The data suggested that the collision occurred 40 megaparsecs away (130 million light-years). There are about 50 galaxies in the space encompassed by a 30-square-degree angle and a distance of 40 megaparsecs. In an analysis that ignored the distance, we found 1,500 potential sources, but only one passed the three criteria established to exclude false candidates.
Why is it important to associate the emission of light with the source of the gravitational waves?
In the August event, we knew from the gravitational waves that two neutron stars had collided rather than two black holes, and that the collision took place 40 megaparsecs away. But they cannot tell us whether the result of the collision was a black hole or a neutron star, whether the collision generated heavy chemical elements, whether the environment around the event was disturbed, or whether the environment was different to most galaxies. It is only possible to know these things by combining gravitational waves with the optical light.
You studied gravitational waves in your master’s degree and neutron stars in your doctorate—was it all in preparation for observing an event like this?
My plan was to work in cosmology. In my undergraduate research training and in my master’s degree, I calculated the spectrum of primordial gravitational waves, which have existed since the beginning of the universe rather than having been generated by collisions. A future detector like the LISA Interferometer operated by the ESA [European Space Agency] could be sensitive enough to observe such gravitational waves in space. It was all very theoretical and I missed the observational side of things. For my doctorate, I studied galaxy clusters, the largest structures in the universe. The rate at which these clusters form is related to cosmology. If there is too much dark energy, they form more slowly. I developed algorithms to find such clusters in the Sloan Digital Sky Survey data, which scanned a third of the sky and mapped 500 million objects. I continued studying galaxy clusters at a postdoctoral level, but I became interested in gravitational waves again when LIGO announced the beginning of a new round of observations.

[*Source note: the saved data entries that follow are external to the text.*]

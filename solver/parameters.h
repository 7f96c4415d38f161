// SPDX-License-Identifier: Apache-2.0
/// @file
/// Values of a network that can be changed by address: "S1.length", "grid.minimum.Ze".
#pragma once

#include <functional>
#include <optional>
#include <string>
#include <variant>
#include <vector>

#include "solver/study.h"

namespace sunder::solver {

/// One value: how a text becomes it, and what it may be.
struct Parameter {
  std::string address;  ///< "S1.length"
  bool numeric = true;  ///< a quantity; false: a text such as a cable size
  models::Quantity unit = models::Quantity::count;
  double least = 0;              ///< smallest possible value [SI], exclusive unless `zero_allowed`
  double most = models::kNever;  ///< greatest possible value [SI], inclusive
  bool zero_allowed = false;
  bool whole = false;                  ///< a count
  std::vector<std::string> catalogue;  ///< what `all` stands for: sizes of the construction, ratings of the family
  bool own_run_only = false;           ///< touches nothing but its own circuit
  std::function<void(models::Network&, double)> set;
  /// @return why the text does not fit, or nothing
  std::function<std::optional<std::string>(models::Network&, const std::string&)> set_text;
};

/// Finds the parameter with this address.
/// @return or one sentence: unknown element or key, with the nearest name or the keys there are.
[[nodiscard]] std::variant<Parameter, std::string> find_parameter(const models::Network& network,
                                                                  const VaryRequest& request);

/// Reads a value of the parameter: possible by the netlist's own ranges, a whole number where it is a count.
/// @return SI value, or one sentence
[[nodiscard]] std::variant<double, std::string> read_value(const Parameter& parameter, const std::string& text);

/// A supply whose least current at its terminals is above its greatest, after a change.
/// @return one sentence, or nothing where none contradicts itself
[[nodiscard]] std::optional<std::string> contradiction(const models::Network& network);

}  // namespace sunder::solver
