models::Origin place(std::uint32_t file, std::size_t line, std::string_view text, std::size_t offset) {
  return {file, static_cast<std::uint32_t>(line), static_cast<std::uint32_t>(characters(text.substr(0, offset)) + 1)};
}

// Where `key` is assigned in `line` before byte `end`, last (or first) one.
std::optional<std::size_t> assignment(std::string_view line, std::string_view key, std::size_t end, bool last) {
  std::optional<std::size_t> found;
  for (std::size_t i = 0; i < std::min(end, line.size()); ++i) {
    const bool starts = i == 0 || line[i - 1] == ' ' || line[i - 1] == '\t' || line[i - 1] == '{' || line[i - 1] == ',';
    if (!starts || !assigns(line, i, key)) continue;
    found = i;
    if (!last) break;
  }
  return found;
}

std::size_t byte_offset(std::string_view line, std::size_t column) noexcept {
  std::size_t n = 0;
  for (std::size_t i = 0; i < line.size(); ++i) {
    if ((static_cast<unsigned char>(line[i]) & 0xC0U) != 0x80U && ++n == column) return i;
  }
  return line.size();
}

// A key given twice: both places. The parser points at the sign '=' of the second.
void complain_of_key(const Copy& copy, std::size_t number, std::size_t column, std::string_view key, std::uint32_t file,
                     Complaints& complaints) {
  const std::string_view line = copy.line(number);
  const std::size_t end = byte_offset(line, column);
  const std::size_t second = assignment(line, key, end, true).value_or(std::min(end, line.size()));
  std::string_view heading;
  std::size_t first_line = 0;
  std::size_t first = 0;
  if (const auto same = assignment(line, key, second, false); same && *same < second) {
    first_line = number;
    first = *same;
  }
  for (std::size_t n = number - 1; n >= 1; --n) {
    if (copy.is_heading(n)) {
      heading = heading_name(copy.line(n));
      break;
    }
    if (first_line > 0) continue;
    const std::string_view candidate = copy.line(n);
    const std::size_t start = candidate.find_first_not_of(" \t");
    if (start != std::string_view::npos && assigns(candidate, start, key)) {
      first_line = n;
      first = start;
    }
  }
  constexpr std::string_view kCircuits = "circuit.";
  const bool in_line = first_line == number;
  std::string message;
  const bool circuit = !in_line && heading.substr(0, kCircuits.size()) == kCircuits;
  if (circuit) {
    message = fmt::format("circuit '{}/{}' is declared twice", heading.substr(kCircuits.size()), key);
  } else if (heading.empty() || in_line) {
    message = fmt::format("'{}' is given twice", key);
  } else {
    message = fmt::format("'{}' is given twice in {}", key, element_text(heading));
  }
  complaints.error(place(file, number, line, second), characters(key), std::move(message));
  if (first_line > 0) {
    complaints.note(place(file, first_line, copy.line(first_line), first),
                    circuit ? "first declared here" : "first given here");
  }
}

What can gravitational waves reveal about dark energy?
Cosmologists can use events such as neutron star collisions in a similar way to supernovae, which occur when massive stars explode. Supernovae are known as “standard candles” because they emit a known luminosity, allowing us to estimate how far they are from us. Neutron star collisions, however, are known as “standard sirens” because the way they are detected is similar to sound waves [although gravitational waves are different from sound waves]. The intensity of the gravitational waves detected on Earth depends on the mass of the stars, which can be calculated based on the type of wave detected. Once we have identified several more events like the one in August, it will be possible to measure distances on a cosmological scale. The August event allowed us to calculate the rate of expansion of the universe, called the Hubble constant, with an uncertainty of 15%. That is high, but it should decrease as we observe more events, which is important because there are still questions as to whether supernovae really can function as standard candles, or whether there may be variations between them that affect the measurements. Measurements based on cosmic microwave background radiation [microwave radiation emitted when the universe was only 380,000 years old] differ from those obtained using supernovae. Gravitational waves could be an alternative to these metrics.
What are your plans for the future?
To study gravitational waves as a way of finding out how much dark energy there is in the cosmos. We want to improve the detection of light in future events, the number of which should increase in the next round of LIGO-Virgo observations. And I intend to develop a strategy for mapping galaxies using the next generation of cameras and telescopes.